Onion on the Rocks

So once upon a time there was this one dude, Socrates. Although it is not really clear if there was, strictly speaking, since all we know about him is thanks to only second-hand accounts. Plato, a smart man himself, was allegedly a student of Socrates' and wrote several stories about him and his teachings. One of these philosophical ponderings I've been thinking of lately is know as the Allegory of the Cave.

The allegory circles around the concept of reality observed by an individual. In the story, a group of people are chained in a cave, facing nothing but a blank wall. Behind them is a path and on the other side of the path a fire. When someone walks past them using the path, the fire casts shadows of the moving person on the cave wall the prisoners are facing. Since the prisoners cannot turn around but can hear all the sounds and see only the shadows, they naturally come to the conclusion that it is the shadows that are making all the noises.
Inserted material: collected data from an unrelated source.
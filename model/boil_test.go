package model

import (
	"fmt"
	"math"
	"strings"
	"testing"

	"slowpoint/model/cell"
)

// A food that would be above boiling water by more than 5 K at its coldest place is warned of, at the step whose surroundings did it.
// Boiling at 2000 m: 93.3 °C (ICAO standard atmosphere and steam tables, from memory; the model's own formula is held in air_test.go).
func TestSolveWarnsOfBoilingThroughout(t *testing.T) {
	oven := func(steps []Step, c, durationS float64) {
		steps[0].Medium.C[0], steps[0].DurationS = c, durationS
	}
	for _, v := range []struct {
		name   string
		change func(*Product, []Step)
		row    int    // of Steps; 0: it is calculated
		field  string // of the message
		says   []string
	}{
		{"an oven of 350 °F typed as °C", func(_ *Product, s []Step) { oven(s, 350, 3700) }, 2, "Temperature",
			[]string{"P beyond boiling throughout", "(centre)", "passes 105.0 °C", "into the step bake", "boils at 100.0 °C at 0 m", "without evaporation", "°F typed"}},
		{"until the surface alone boils", func(_ *Product, s []Step) { oven(s, 350, 1500) }, 0, "", nil},
		{"an oven that does not get it there", func(_ *Product, s []Step) { oven(s, 104.6, 90000) }, 0, "", nil},
		{"as hot, on a mountain", func(_ *Product, s []Step) { oven(s, 104.6, 90000); s[0].AltitudeM = 2000 }, 2, "Temperature", []string{"boils at 93.", "at 2000 m"}},
		{"no hotter than boiling there by 5 K", func(_ *Product, s []Step) { oven(s, 97.9, 90000); s[0].AltitudeM = 2000 }, 0, "", nil},
		{"stirred", func(p *Product, s []Step) {
			p.Shape, p.Size = Stirred, Size{VolumeM3: 0.015, AreaM2: 0.32}
			oven(s, 212, 9000)
		}, 2, "Temperature", []string{"anywhere: one temperature throughout"}},
		{"one face alone", func(_ *Product, s []Step) {
			oven(s, 98, 40000)
			hot := s[0].Exposure
			hot.At, hot.Medium = cell.Ref{Sheet: "Faces", Row: 5}, Course{C: []float64{240}}
			s[0].Faces = []FaceExposure{{Face: Underside, Exposure: hot}}
			s[0].Medium.C[0] = 108
		}, 5, "Temperature", []string{"top"}},
		{"in the rest, of a crust that was too hot", func(_ *Product, s []Step) {
			oven(s, 600, 1100)
			s[1].Exposure = Exposure{At: s[1].At, Surface: Insulated}
		}, 2, "Temperature", []string{"into the step blast"}},
		{"walls that radiate", func(_ *Product, s []Step) {
			s[0].Exposure = Exposure{At: s[0].At, Surface: StillAir, Wet: ptr(false), Medium: Course{C: []float64{95}}, RadiatingC: ptr(350.0)}
			s[0].DurationS = 9000
		}, 2, "Radiating temperature", []string{"into the step bake"}},
		{"a peak in a course", func(_ *Product, s []Step) {
			s[0].Medium, s[0].DurationS = Course{Name: "peak", TimesS: []float64{0, 3600, 3700, 20000}, C: []float64{300, 300, 20, 20}}, 20000
		}, 2, "Course", []string{"into the step bake"}},
	} {
		t.Run(v.name, func(t *testing.T) {
			p, steps := plain()
			v.change(&p, steps)
			if found := Check(p, steps); found.Faults() > 0 {
				t.Fatalf("the case is to be one that Check lets pass: %v", found)
			}
			h, err := Solve(p, steps, Options{})
			if err != nil {
				t.Fatal(err)
			}
			es := h.Warnings
			switch {
			case v.row == 0 && len(es) > 0:
				t.Fatal(es)
			case v.row == 0:
				for i := range h.Spans { // what is let pass is not beyond boiling by more than 5 K
					s := h.Sample(60)
					for k, c := range s.Coldest {
						if s.TimesS[k] <= h.Spans[i].EndS && c > 105 {
							t.Errorf("%g °C at %g s", c, s.TimesS[k])
						}
					}
				}
				return
			case len(es) != 1 || es[0].Level != cell.Warning || es[0].At.Row != v.row || es[0].Field != v.field || es[0].Typed == "":
				t.Fatalf("%v", es)
			}
			for _, w := range v.says {
				if !strings.Contains(es[0].Error(), w) {
					t.Errorf("%q is not in: %v", w, es[0])
				}
			}
		})
	}
}

// The time told is the one at which the centre passes: the first term of the series of a slab with its Biot number and Fourier number
// (Carslaw and Jaeger 1959, section 3.11, from memory), which is exact to a second so late.
func TestBoilingTellsWhen(t *testing.T) {
	p, steps := plain()
	steps[0].Medium.C[0], steps[0].DurationS = 350, 3700
	h, err := Solve(p, steps, Options{})
	if err != nil {
		t.Fatal(err)
	}
	k, rc, half, u := 0.51, 1040*3600.0, 0.0215, 27.0
	biot, zeta := u*half/k, 1.0
	for range 200 { // ζ·tan ζ = Bi
		zeta -= (zeta*math.Tan(zeta) - biot) / (math.Tan(zeta) + zeta/math.Pow(math.Cos(zeta), 2))
	}
	c1 := 4 * math.Sin(zeta) / (2*zeta + math.Sin(2*zeta))
	at := -math.Log((350-105.0)/(350-6)/c1) / (zeta * zeta) * half * half * rc / k
	if want := fmt.Sprintf("passes 105.0 °C %.0f min into", at/60); !strings.Contains(h.Warnings.Error(), want) {
		t.Errorf("expected %q: %v", want, h.Warnings)
	}
}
Even if the shadows are only abstractions of the real objects, to the prisoners they become the reality simply based on that they are all the prisoners can observe.

I am partial to this story and quite like the philosophy behind it. There are several works of fiction in popular culture influenced by the allegory, The Matrix comes to mind. On similar note, I have repeatedly been called an uncultured Philistinian swine for not liking The Truman Show for the same reason. People describe the philosophy behind that movie a brilliant work of art and keep moistening the movie with their tongues, but I just can't get behind that. Surely Truman in that movie would have no idea that his reality is fake; he only becomes to suspect things after his friend delivers an ad in front of him or when a guy smuggles himself inside in a Christmas present. In Truman's world praising the taste of a supermarket beer should be standard behavior, a foamy shadow on the rocks in a cave if you will. From his very birth it could have been made known to him that praising the taste of a beverage and its amazing low price is a tradition invented by a gnome king who lives in an elephant-shaped dirigible above the clouds. He wouldn't know to question that because it is his reality. But somehow he figures it out and I am shunned by the Cannes snobs.

How this allegory came to my mind a few weeks ago and hasn't left it since is because I came across this online article about onion intolerance. The article practically shattered the reality TV show that is my life since I had never heard of it, and I thought that eating raw onion always came with the sensation of washing your mouth with gasoline and a lit match simultaneously. Turns out, I have onion intolerance and regular people apparently chew through it like cotton candy. Raw onion playing arson with my gums is not the universal normal; it is a shadow against the rocks, and I have broken free from my chains.

See, this is how easy it is to never see things past the rocks. You learn something and the universe takes its sweet time to correct it. It's not like a burning sensation after a healthy dose of daily onion is a thing that comes up naturally in a day-to-day small talk at the water cooler.

"Hi Jeff, would you mind delivering the report to my desk by two? By the way, does biting down on an onion make you feel like it's filled with angry fire ants?"

We all take certain knowledge as obvious facts, when it could be that we are but prisoners in a reality TV show. That is how I feel now about the onion case, and it makes me wonder if there's something else in my life that is only smoke and mirrors. Today I find out the truth behind a minor aspect of my bodily functions, tomorrow I could find out that my left leg is actually a cuttlefish and nobody bothered to tell me.